→ **TASK DESCRIPTION**
Report only how many lines of the entries below contain the string "stderr".

Entries taken from a collection:
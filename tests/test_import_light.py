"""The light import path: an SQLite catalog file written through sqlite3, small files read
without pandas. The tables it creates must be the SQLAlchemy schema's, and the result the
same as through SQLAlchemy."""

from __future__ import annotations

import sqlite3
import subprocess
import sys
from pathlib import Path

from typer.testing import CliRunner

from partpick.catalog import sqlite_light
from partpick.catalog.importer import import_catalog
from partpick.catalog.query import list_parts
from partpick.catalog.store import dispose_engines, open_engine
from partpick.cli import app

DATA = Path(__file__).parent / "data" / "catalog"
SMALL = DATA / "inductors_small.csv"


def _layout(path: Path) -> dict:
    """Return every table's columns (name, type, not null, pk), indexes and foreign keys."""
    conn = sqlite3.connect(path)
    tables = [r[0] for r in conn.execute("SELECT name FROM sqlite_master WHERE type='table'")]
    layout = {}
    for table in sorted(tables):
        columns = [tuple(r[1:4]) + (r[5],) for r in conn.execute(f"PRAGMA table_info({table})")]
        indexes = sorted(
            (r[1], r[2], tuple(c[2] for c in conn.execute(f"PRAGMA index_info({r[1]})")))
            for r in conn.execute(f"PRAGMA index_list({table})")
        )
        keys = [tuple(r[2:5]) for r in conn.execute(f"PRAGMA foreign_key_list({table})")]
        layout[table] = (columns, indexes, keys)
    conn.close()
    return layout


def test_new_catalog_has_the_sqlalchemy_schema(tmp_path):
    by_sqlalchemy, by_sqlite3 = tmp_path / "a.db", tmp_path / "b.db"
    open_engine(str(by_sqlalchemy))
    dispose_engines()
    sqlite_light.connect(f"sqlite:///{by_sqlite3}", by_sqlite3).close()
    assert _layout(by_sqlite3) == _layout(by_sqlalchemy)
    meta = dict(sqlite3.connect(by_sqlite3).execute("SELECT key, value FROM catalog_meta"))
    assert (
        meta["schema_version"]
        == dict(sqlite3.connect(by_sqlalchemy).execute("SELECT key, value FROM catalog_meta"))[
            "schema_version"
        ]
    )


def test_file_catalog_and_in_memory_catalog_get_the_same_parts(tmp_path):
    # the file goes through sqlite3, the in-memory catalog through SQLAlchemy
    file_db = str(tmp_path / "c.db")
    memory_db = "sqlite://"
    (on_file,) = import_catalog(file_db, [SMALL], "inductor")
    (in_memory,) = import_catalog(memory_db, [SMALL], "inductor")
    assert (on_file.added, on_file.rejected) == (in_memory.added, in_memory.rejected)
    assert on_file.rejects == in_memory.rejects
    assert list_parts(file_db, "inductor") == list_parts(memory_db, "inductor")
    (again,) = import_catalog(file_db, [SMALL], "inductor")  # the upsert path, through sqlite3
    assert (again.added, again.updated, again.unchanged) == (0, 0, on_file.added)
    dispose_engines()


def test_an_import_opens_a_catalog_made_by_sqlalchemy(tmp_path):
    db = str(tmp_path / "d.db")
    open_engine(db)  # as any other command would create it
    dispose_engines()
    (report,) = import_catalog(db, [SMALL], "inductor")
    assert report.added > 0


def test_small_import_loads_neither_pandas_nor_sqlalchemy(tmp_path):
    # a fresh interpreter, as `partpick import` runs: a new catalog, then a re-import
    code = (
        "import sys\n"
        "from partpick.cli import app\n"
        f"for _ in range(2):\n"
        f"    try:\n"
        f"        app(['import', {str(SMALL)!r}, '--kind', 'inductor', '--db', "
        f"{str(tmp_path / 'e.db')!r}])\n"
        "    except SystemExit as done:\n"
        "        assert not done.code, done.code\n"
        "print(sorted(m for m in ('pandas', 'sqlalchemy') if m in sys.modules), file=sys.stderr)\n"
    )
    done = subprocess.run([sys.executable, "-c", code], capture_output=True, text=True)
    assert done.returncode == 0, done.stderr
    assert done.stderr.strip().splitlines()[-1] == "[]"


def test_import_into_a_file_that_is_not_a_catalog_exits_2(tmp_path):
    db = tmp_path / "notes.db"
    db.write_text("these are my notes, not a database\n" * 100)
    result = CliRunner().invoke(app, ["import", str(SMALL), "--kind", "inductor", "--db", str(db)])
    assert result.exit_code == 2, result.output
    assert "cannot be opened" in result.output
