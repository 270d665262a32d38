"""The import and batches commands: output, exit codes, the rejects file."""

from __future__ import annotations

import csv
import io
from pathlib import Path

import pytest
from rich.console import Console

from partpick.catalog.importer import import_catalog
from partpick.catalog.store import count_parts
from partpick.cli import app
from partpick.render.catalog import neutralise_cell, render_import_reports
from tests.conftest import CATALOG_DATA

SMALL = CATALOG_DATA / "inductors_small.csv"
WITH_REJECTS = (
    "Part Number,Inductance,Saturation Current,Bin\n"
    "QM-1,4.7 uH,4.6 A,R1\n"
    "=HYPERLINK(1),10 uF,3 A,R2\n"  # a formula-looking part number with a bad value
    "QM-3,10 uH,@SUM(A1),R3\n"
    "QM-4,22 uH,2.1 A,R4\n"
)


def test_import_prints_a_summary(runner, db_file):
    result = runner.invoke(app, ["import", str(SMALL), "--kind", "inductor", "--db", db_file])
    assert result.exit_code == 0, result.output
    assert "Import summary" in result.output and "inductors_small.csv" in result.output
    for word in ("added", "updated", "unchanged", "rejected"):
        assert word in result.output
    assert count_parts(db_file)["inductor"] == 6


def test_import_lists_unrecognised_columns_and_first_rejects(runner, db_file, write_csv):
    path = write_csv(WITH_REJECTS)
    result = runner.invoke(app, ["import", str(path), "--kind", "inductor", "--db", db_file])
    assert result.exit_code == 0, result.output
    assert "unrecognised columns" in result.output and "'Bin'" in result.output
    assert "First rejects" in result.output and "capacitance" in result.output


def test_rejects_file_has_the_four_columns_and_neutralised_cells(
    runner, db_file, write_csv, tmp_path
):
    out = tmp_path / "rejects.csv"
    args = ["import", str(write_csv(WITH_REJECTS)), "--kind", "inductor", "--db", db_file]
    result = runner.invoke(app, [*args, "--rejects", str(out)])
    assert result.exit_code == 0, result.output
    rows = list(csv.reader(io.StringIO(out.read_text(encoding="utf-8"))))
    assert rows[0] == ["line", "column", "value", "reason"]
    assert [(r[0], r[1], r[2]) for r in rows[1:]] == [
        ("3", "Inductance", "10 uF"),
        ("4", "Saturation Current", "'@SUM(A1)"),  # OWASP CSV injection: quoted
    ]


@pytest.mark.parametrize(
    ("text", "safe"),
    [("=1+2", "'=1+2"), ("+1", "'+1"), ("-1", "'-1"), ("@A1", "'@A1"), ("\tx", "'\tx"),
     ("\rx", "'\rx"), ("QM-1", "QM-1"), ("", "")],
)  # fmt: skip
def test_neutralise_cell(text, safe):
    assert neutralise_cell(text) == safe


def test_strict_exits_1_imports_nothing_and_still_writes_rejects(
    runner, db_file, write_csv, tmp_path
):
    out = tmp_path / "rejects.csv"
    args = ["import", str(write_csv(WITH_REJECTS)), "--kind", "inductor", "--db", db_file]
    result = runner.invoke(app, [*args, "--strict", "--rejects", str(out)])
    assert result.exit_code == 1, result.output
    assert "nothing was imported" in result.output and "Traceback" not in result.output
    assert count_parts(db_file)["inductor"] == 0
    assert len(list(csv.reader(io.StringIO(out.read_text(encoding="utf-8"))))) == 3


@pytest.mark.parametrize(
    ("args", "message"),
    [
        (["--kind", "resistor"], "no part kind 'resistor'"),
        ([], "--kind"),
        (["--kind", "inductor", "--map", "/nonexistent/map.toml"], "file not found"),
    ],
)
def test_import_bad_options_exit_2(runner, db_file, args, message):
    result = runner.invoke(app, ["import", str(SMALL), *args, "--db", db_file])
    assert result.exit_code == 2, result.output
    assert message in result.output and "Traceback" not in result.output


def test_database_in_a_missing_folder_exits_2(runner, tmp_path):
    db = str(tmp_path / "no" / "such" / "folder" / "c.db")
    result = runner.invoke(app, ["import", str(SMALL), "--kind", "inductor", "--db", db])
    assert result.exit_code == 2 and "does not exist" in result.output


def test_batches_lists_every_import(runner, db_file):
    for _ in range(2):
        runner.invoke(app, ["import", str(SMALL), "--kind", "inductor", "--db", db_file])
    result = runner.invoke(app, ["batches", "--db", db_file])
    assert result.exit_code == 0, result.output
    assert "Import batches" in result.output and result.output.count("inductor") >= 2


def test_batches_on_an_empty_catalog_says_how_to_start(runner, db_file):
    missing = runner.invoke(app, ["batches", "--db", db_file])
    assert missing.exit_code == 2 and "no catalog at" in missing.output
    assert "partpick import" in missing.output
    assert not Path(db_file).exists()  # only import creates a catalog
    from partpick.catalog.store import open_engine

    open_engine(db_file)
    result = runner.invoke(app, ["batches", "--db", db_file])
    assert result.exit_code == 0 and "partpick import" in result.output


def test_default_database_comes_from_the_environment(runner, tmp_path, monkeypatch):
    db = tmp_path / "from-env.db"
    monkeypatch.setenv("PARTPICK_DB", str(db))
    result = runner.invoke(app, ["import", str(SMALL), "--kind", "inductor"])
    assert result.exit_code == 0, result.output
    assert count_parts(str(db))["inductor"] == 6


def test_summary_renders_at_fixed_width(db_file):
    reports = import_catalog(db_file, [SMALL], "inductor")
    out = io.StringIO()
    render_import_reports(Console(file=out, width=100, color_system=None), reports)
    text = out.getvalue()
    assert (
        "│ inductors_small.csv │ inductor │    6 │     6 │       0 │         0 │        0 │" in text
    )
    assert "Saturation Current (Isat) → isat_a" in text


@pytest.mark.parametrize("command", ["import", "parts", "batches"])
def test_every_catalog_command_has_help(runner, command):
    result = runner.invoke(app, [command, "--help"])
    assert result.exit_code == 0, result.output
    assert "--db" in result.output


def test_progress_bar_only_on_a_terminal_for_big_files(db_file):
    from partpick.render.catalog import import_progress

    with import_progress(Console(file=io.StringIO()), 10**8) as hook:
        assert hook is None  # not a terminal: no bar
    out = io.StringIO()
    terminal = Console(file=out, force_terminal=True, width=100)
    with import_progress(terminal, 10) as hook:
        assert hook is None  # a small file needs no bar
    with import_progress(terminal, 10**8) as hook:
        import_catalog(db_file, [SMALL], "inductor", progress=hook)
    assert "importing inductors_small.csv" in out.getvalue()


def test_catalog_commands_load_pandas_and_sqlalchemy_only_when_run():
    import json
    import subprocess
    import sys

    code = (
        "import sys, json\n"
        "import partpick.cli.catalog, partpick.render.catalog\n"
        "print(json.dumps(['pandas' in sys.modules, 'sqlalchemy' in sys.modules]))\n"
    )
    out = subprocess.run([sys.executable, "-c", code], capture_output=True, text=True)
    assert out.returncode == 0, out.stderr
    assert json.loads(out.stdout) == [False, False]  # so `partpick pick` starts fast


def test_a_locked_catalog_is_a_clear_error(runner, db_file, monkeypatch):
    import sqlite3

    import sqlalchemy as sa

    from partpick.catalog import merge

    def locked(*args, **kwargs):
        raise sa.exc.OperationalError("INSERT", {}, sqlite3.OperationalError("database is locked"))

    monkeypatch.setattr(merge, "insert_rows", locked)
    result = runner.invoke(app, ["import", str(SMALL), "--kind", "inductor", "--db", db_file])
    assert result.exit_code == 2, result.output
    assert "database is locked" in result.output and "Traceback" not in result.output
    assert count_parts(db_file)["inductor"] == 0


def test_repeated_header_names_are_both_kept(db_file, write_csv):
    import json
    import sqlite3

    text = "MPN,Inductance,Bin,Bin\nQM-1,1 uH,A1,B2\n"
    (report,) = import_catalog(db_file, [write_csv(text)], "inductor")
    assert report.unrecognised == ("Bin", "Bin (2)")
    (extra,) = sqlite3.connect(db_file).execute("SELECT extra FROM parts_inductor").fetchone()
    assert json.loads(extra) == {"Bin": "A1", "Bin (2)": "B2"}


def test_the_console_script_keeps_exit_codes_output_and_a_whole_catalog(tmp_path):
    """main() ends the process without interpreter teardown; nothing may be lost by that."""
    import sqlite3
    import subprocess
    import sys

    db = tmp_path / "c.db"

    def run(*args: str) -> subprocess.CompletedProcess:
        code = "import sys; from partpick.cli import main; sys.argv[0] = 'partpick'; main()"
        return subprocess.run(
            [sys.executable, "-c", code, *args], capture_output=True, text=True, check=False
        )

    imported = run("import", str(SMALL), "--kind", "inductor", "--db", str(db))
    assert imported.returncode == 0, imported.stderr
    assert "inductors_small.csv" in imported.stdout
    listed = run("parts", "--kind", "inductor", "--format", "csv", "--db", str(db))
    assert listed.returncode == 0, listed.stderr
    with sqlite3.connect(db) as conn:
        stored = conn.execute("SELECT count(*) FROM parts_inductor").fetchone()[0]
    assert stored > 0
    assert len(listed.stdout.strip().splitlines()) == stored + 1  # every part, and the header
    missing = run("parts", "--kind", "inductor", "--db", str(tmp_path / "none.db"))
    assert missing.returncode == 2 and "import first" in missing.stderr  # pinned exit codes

→ **TASK RESULT**
7